__EXERCISE DETAILS__:
Once the line containing "KnowledgeSet, ScoutCompound, ScoutMeasurement" has been written out, stop; until then, restate each line of the entries below word for word from the first.

....

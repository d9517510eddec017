import { QueryTypes } from 'sequelize';
import { sequelize } from '../../db/sequelize';
import { fingerprintIdcodeSync } from '../../chem';
import { buildScoutModel } from './engine/engine';
import type { ScoutModel } from './engine/model';
import type { KnowledgeSet, ScoutCompound, ScoutMeasurement } from './engine/types';
import type { Eluent } from '../../../shared/schemas/eluent';
import { fingerprintFromBytes } from '../../core/compound-fingerprints';

const signatureSql = `
  SELECT (SELECT count(*) FROM condition_records WHERE status = 'active') AS active,
         (SELECT coalesce(max(updated_at)::text, '') || ':' || coalesce(sum(revision), 0) FROM condition_records) AS records,
         (SELECT count(*) || ':' || coalesce(max(id), 0) || ':' || coalesce(sum(record_id), 0) FROM record_spots
           WHERE role = 'target') AS spots,
         (SELECT count(*) || ':' || coalesce(sum(record_id), 0) FROM record_visualisations) AS stains,
         (SELECT coalesce(max(updated_at)::text, '') FROM compounds) AS compounds`;

/** A fingerprint of everything the knowledge set reads: changes whenever a record, spot, stain or compound does. */
async function knowledgeSignature(): Promise<string> {
  const [row] = await sequelize.query<Record<string, string>>(signatureSql, { type: QueryTypes.SELECT });
  return Object.values(row).join('|');
}

interface RecordRow {
  id: number;
  compound_id: number;
  stationary_phase: string;
  eluent: Eluent;
  outcome: ScoutMeasurement['outcome'];
  outcome_reason: string | null;
  demo: boolean;
}
interface CompoundRow {
  id: number;
  idcode: string;
  name: string | null;
  canonical_smiles: string;
  formula: string;
  mw: number;
  clogp: number;
  tpsa: number;
  hbd: number;
  hba: number;
  rotatable_bonds: number;
  aromatic_rings: number;
  stereocentres: number;
  charge: number;
  classes: string[];
  fingerprint: Buffer | null;
}

const missingFingerprints = new Map<string, Int32Array>();

/** Active condition records (not merged or retired) as Scout's knowledge set; stored fingerprints are used as they are. */
async function loadKnowledge(version: string): Promise<KnowledgeSet> {
  const records = await sequelize.query<RecordRow>(
    `SELECT id, compound_id, stationary_phase, eluent, outcome, outcome_reason, demo FROM condition_records ` +
      `WHERE status = 'active' ORDER BY id`,
    { type: QueryTypes.SELECT },
  );
  const spots = await sequelize.query<{ record_id: number; rf: number }>(
    `SELECT s.record_id, s.rf FROM record_spots s JOIN condition_records r ON r.id = s.record_id WHERE ` +
      `r.status = 'active' AND s.role = 'target'`,
    { type: QueryTypes.SELECT },
  );
  const stains = await sequelize.query<{ record_id: number; method: string }>(
    `SELECT v.record_id, v.method FROM record_visualisations v JOIN condition_records r ON r.id = ` +
      `v.record_id WHERE r.status = 'active' ORDER BY v.record_id, v.position`,
    { type: QueryTypes.SELECT },
  );
  const compounds = await sequelize.query<CompoundRow>(
    `SELECT id, idcode, name, canonical_smiles, formula, mw, clogp, tpsa, hbd, hba, rotatable_bonds, aromatic_rings,
      stereocentres, charge, classes, fingerprint
       FROM compounds WHERE id IN (SELECT compound_id FROM condition_records WHERE status = 'active') ORDER BY id`,
    { type: QueryTypes.SELECT },
  );
  const rfOf = new Map(spots.map((spot) => [spot.record_id, spot.rf]));
  const stainsOf = new Map<number, string[]>();
  for (const stain of stains) stainsOf.set(stain.record_id, [...(stainsOf.get(stain.record_id) ?? []), stain.method]);
  const measurements: ScoutMeasurement[] = records.map((record) => ({
    recordId: record.id,
    compoundId: record.compound_id,
    phase: record.stationary_phase,
    components: record.eluent.components,
    additives: record.eluent.additives ?? [],
    mode: record.eluent.mode ?? 'isocratic',
    rf: rfOf.get(record.id) ?? null,
    outcome: record.outcome,
    outcomeReason: record.outcome_reason,
    visualisations: stainsOf.get(record.id) ?? [],
    demo: record.demo,
  }));
  const scoutCompounds: ScoutCompound[] = compounds.map((row) => ({
    id: row.id,
    name: row.name,
    smiles: row.canonical_smiles,
    descriptors: {
      formula: row.formula,
      mw: row.mw,
      clogp: row.clogp,
      tpsa: row.tpsa,
      hbd: row.hbd,
      hba: row.hba,
      rotatableBonds: row.rotatable_bonds,
      aromaticRings: row.aromatic_rings,
      stereocentres: row.stereocentres,
      charge: row.charge,
    },
    classes: row.classes,
    fingerprint: row.fingerprint ? fingerprintFromBytes(row.fingerprint) : fallbackFingerprint(row.idcode),
  }));
  return { version, compounds: scoutCompounds, measurements };
}

/** A compound stored without a fingerprint (should not happen) gets one computed once per process. */
function fallbackFingerprint(idcode: string): Int32Array {
  let words = missingFingerprints.get(idcode);
  if (!words) {
    words = fingerprintIdcodeSync(idcode);
    missingFingerprints.set(idcode, words);
  }
  return words;
}

let cached: { signature: string; model: ScoutModel; stamp: string } | null = null;
let pending: { stamp: string; promise: Promise<ScoutModel> } | null = null;

async function refresh(stamp: string): Promise<ScoutModel> {
  const signature = await knowledgeSignature();
  if (cached && cached.signature === signature) {
    cached.stamp = stamp;
    return cached.model;
  }
  const model = buildScoutModel(await loadKnowledge(signature));
  cached = { signature, model, stamp };
  return model;
}

/**
 * The Scout model of the records as of the (content) stamp `stamp` (db/data-stamp.ts), cached in this process.
 * While the stamp is unchanged (no content committed since) the model is used as is; after a change a cheap
 * signature query (counts and latest change times) decides whether to reload. So every process follows every
 * committed write on its next Scout, without messages between processes.
 */
export async function currentScoutModel(stamp: string): Promise<ScoutModel> {
  if (cached && cached.stamp === stamp) return cached.model;
  if (pending?.stamp === stamp) return pending.promise;
  const promise = refresh(stamp).finally(() => {
    if (pending?.promise === promise) pending = null;
  });
  pending = { stamp, promise };
  return promise;
}
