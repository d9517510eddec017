import { queryOptions, useQuery } from '@tanstack/react-query';
import { api } from '../../../lib/api-client';
import { mailboxSchema } from '../../../../shared/schemas/accounts';

const mailboxQueryOptions = queryOptions({
  queryKey: ['mailbox'],
  queryFn: () => api('/api/dev/mailbox', {}, mailboxSchema),
  refetchInterval: 5_000,
  retry: false,
});

/** The local mail catcher's inbox; refreshed every 5 s while the page is open. */
export function useMailbox() {
  return useQuery(mailboxQueryOptions);
}
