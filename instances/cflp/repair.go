package cflp

import (
	"context"
	"errors"
	"fmt"
	"math"
	"math/rand/v2"
	"slices"

	"pincer/decomp"
	"pincer/heuristics"
	"pincer/subproblem/transport"
)

// Solution is a plan of the facility location family, the Detail of the
// engine's plans.
type Solution struct {
	// Open[i] reports that site i is open (it ships something or is forced
	// open).
	Open []bool
	// Flow[i][j] is the quantity shipped from site i to customer j, in
	// demand units (the layout [WritePlanCSV] expects).
	Flow [][]float64
	// Load[i] is the quantity site i ships.
	Load []float64
	// CapacityPrice[i] >= 0 is what one more unit of capacity at site i
	// would save in serving cost, per unit of demand, with the same open
	// sites: the shadow price of the site's capacity in the split
	// allocation over the open sites (for a single-source plan, in the
	// split allocation over the same sites).
	CapacityPrice []float64
	// Optimal reports that a branch and bound over the site set closed
	// with this plan: it is optimal (within 1e-9 relative) even when the
	// engine's bound has not met it.
	Optimal bool
	// Value is Σ fixed costs of open sites + Σ Cost[i][j]·Flow[i][j]/d_j.
	Value float64
}

// repairer turns block answers into plans: open sites from the relaxation,
// completed greedily, allocated exactly, then improved by a local search
// over the site set.
type repairer struct {
	md   *model
	unit [][]float64 // cost per unit of demand, +Inf on forbidden lanes
	tp   *transport.Solver
	sup  []float64 // supplies currently set in tp
	// seen caches the value of every open set evaluated (NaN when the
	// demand cannot be met).
	seen  map[string]float64
	key   []byte
	sc    scratch
	score []float64 // site values at the current prices (lower = more attractive)
	ss    *singleSource
	// scoreAt are the prices of score (nil: none yet), so that the site
	// search's repair and brancher at one node price the sites once.
	scoreAt []float64
}

func newRepairer(shared *model) *repairer {
	// The repair may run while the blocks are evaluated, and its exact
	// search changes site statuses for a while: it gets its own copy of
	// the site list (the lanes themselves are read only and shared).
	md := new(model)
	*md = *shared
	md.sites = slices.Clone(shared.sites)
	in := md.in
	m, n := len(in.Sites), len(in.Customers)
	r := &repairer{md: md, unit: make([][]float64, m), sup: make([]float64, m),
		seen: map[string]float64{}, key: make([]byte, (m+7)/8), score: make([]float64, m)}
	for i := range r.unit {
		r.unit[i] = make([]float64, n)
		for j, c := range in.Customers {
			r.unit[i][j] = in.Cost[i][j] / c.Demand
		}
	}
	if md.opt.SingleSource {
		r.ss = newSingleSource(md)
	}
	return r
}

// exactEvery spaces the exact site searches made during the rounds.
const exactEvery = 100

// moves returns the local search budget of one repair.
func (r *repairer) moves(final bool) int {
	b := r.md.opt.Moves
	if b <= 0 {
		b = 6*len(r.md.sites) + 100
	}
	if final {
		b *= 10
	}
	return b
}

....

__TASK ANSWER__:
repository d9517510eddec017
import { QueryTypes } from 'sequelize';
import { sequelize } from '../../db/sequelize';
import { fingerprintIdcodeSync } from '../../chem';
import { buildScoutModel } from './engine/engine';
import type { ScoutModel } from './engine/model';
import type { KnowledgeSet, ScoutCompound, ScoutMeasurement } from './engine/types';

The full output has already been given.